But in this case, General Cahstnyr, the commander of the Dohlaran naval base’s garrison and the Dohlaran-manned batteries defending the anchorage itself, fully supported Golden Grass’ assessment. It was possible Cahstnyr was trying to cover his own arse, but he had a reputation as an officer in the Fahstyr Rychtyr mold. Perhaps even more to the point, Captain Kharmahdy, who Thirsk knew personally as a solid, reliable, and trustworthy man, concurred.

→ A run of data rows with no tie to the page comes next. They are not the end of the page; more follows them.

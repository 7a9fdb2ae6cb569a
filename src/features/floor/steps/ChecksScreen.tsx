import { useState } from 'react';
import type { PlanCheck, PlanStep } from '@/domain/plan';
import type { Draft } from '@/offline/record';
import {
  allInOrder,
  CheckAnswers,
  completeAnswers,
  missingWords,
  type Answers,
  type CheckAnswer,
} from '../CheckAnswers';
import { RecordAction } from '../RecordAction';
import { StepFrame } from '../StepFrame';

export interface ChecksScreenProps {
  step: PlanStep;
  checks: PlanCheck[];
  draft: (answers: CheckAnswer[]) => Draft;
  /** The action that answers everything in order. */
  allLabel?: string | undefined;
  /** Why it can't be recorded, whatever the answers. */
  why?: string | undefined;
}

/** The checks of a step and the action that keeps the answers. */
export function ChecksScreen({ step, checks, draft, allLabel = 'All in order', why }: ChecksScreenProps) {
  const [answers, setAnswers] = useState<Answers>({});
  const isBegun = Object.keys(answers).length > 0;
  const complete = isBegun ? completeAnswers(checks, answers) : allInOrder(checks);
  const bad = complete?.filter(({ ok }) => !ok).length ?? 0;
  const label = bad > 0 ? `Keep, ${bad} not in order` : isBegun ? 'Keep the answers' : allLabel;
  return (
    <StepFrame
      step={step}
      main={
        <RecordAction
          label={label}
          why={why ?? (complete ? undefined : missingWords(checks, answers))}
          drafts={() => [draft(complete ?? [])]}
        />
      }
    >
      <CheckAnswers label="Checks" checks={checks} answers={answers} onChange={setAnswers} />
    </StepFrame>
  );
}
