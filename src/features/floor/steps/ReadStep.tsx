import { useState } from 'react';
import { BladePicker } from '@/components/BladePicker';
import { Keypad } from '@/components/Keypad';
import { QuietButton } from '@/components/QuietButton';
import { Reading } from '@/components/Reading';
import { Verdict } from '@/components/Verdict';
import { lastOf } from '@/domain/job-kept';
import { judgeLimit } from '@/domain/job-limit';
import { isBlocked } from '@/domain/job-deviation';
import type { PlanLimit, StepOf } from '@/domain/plan';
import { bladesAround } from '../feeler-blades';
import { LimitBand, limitWords } from '../LimitBand';
import { NextAction } from '../NextAction';
import { RecordAction } from '../RecordAction';
import { StepFrame } from '../StepFrame';
import { decimalText, isNumber } from '../numbers';
import { useRun } from '../run-context';
import { toolUsed } from '../tighten-touch';
import { toolWords } from '../tool-choice';

/** A number with its unit, judged only after it is kept; a gap is told by the blade that passes. */
export function ReadStep({ step }: { step: StepOf<'read'> }) {
  const run = useRun();
  const [value, setValue] = useState('');
  const limit = run.state.plan.limits[step.limit];
  const kept = lastOf(run.state.steps[step.id], 'read');
  const tool = run.state.tools.measuring;
  const blades = limit ? bladesAround(limit) : [];
  const [isTyping, setTyping] = useState(blades.length === 0);
  if (!limit) return <StepFrame step={step} main={<NextAction step={step} />} />;
  if (kept) return <ReadKept step={step} limit={limit} value={kept.data.value} unit={kept.data.unit} />;
  return (
    <StepFrame
      step={step}
      side={
        isTyping ? (
          <Keypad label={limit.title} unit={limit.unit} value={value} onChange={setValue} />
        ) : (
          <BladePicker
            label="Touch the thickest blade that passes"
            blades={blades}
            unit={limit.unit}
            picked={value}
            onPick={setValue}
          />
        )
      }
      quiet={
        blades.length > 0 ? (
          <QuietButton
            label={isTyping ? 'By blade' : 'Other value'}
            onPress={() => {
              setValue('');
              setTyping(!isTyping);
            }}
          />
        ) : undefined
      }
      foot={
        <div className="flex items-center justify-between gap-4">
          <p>{tool ? toolWords(tool) : ''}</p>
          <QuietButton
            shape="wide"
            label={tool ? 'Another tool' : 'Tool in hand'}
            onPress={() => run.openSheet('measuring tool')}
          />
        </div>
      }
      main={
        <RecordAction
          label={isNumber(value) ? `Keep ${value} ${limit.unit}` : 'Keep the reading'}
          why={isNumber(value) ? undefined : isTyping ? 'key in what you read' : 'touch a blade'}
          drafts={() => [
            {
              kind: 'read',
              step: step.id,
              data: {
                value: decimalText(value),
                unit: limit.unit,
                how: 'typed',
                ...(tool ? { tool: toolUsed(tool) } : {}),
              },
            },
          ]}
        />
      }
    >
      {isTyping ? (
        <LimitBand limit={limit} />
      ) : (
        <div className="grid gap-6">
          <Reading
            label={value === '' ? 'no blade yet' : 'passes, not kept yet'}
            value={value === '' ? '–.––' : value}
            unit={limit.unit}
          />
          <LimitBand limit={limit} />
        </div>
      )}
    </StepFrame>
  );
}

function ReadKept({
  step,
  limit,
  value,
  unit,
}: {
  step: StepOf<'read'>;
  limit: PlanLimit;
  value: string;
  unit: string;
}) {
  const { state } = useRun();
  const { verdict } = judgeLimit(limit, value, limit.uncertainty ?? '0');
  const isOpen = isBlocked(state, step.id);
  return (
    <StepFrame
      step={step}
      isResult
      heading={<h1 className="floor-step pb-4">{step.title}</h1>}
      foot={
        isOpen ? (
          <p className="font-bold text-outside">
            A deviation is open. The supervisor disposes of it; only that opens the way.
          </p>
        ) : undefined
      }
      main={<NextAction step={step} />}
    >
      <div className="flex flex-wrap items-end gap-x-10 gap-y-6">
        <Reading label={limit.title} value={value} unit={unit} />
        <div className="min-w-64 flex-1">
          <Verdict kind={verdict === 'no limit known' ? 'none' : verdict}>
            {verdict === 'no limit known' ? (limit.missing ?? 'the supervisor judges') : limitWords(limit)}
          </Verdict>
        </div>
      </div>
      <div className="pt-8">
        <LimitBand limit={limit} value={value} />
      </div>
    </StepFrame>
  );
}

If all three of them were correct, the lead Charisian ironclad had resembled nothing so much as a foundry scrapyard when it arrived off the Rhaigair breakwater with its consorts. The heavy guns protecting the main ship channel had battered it almost beyond recognition. Its smokestack had been completely demolished, as had every other unarmored portion of its superstructure, and there’d been signs, according to Kharmahdy, that the after portion of its armored carapace had suffered significant fire damage.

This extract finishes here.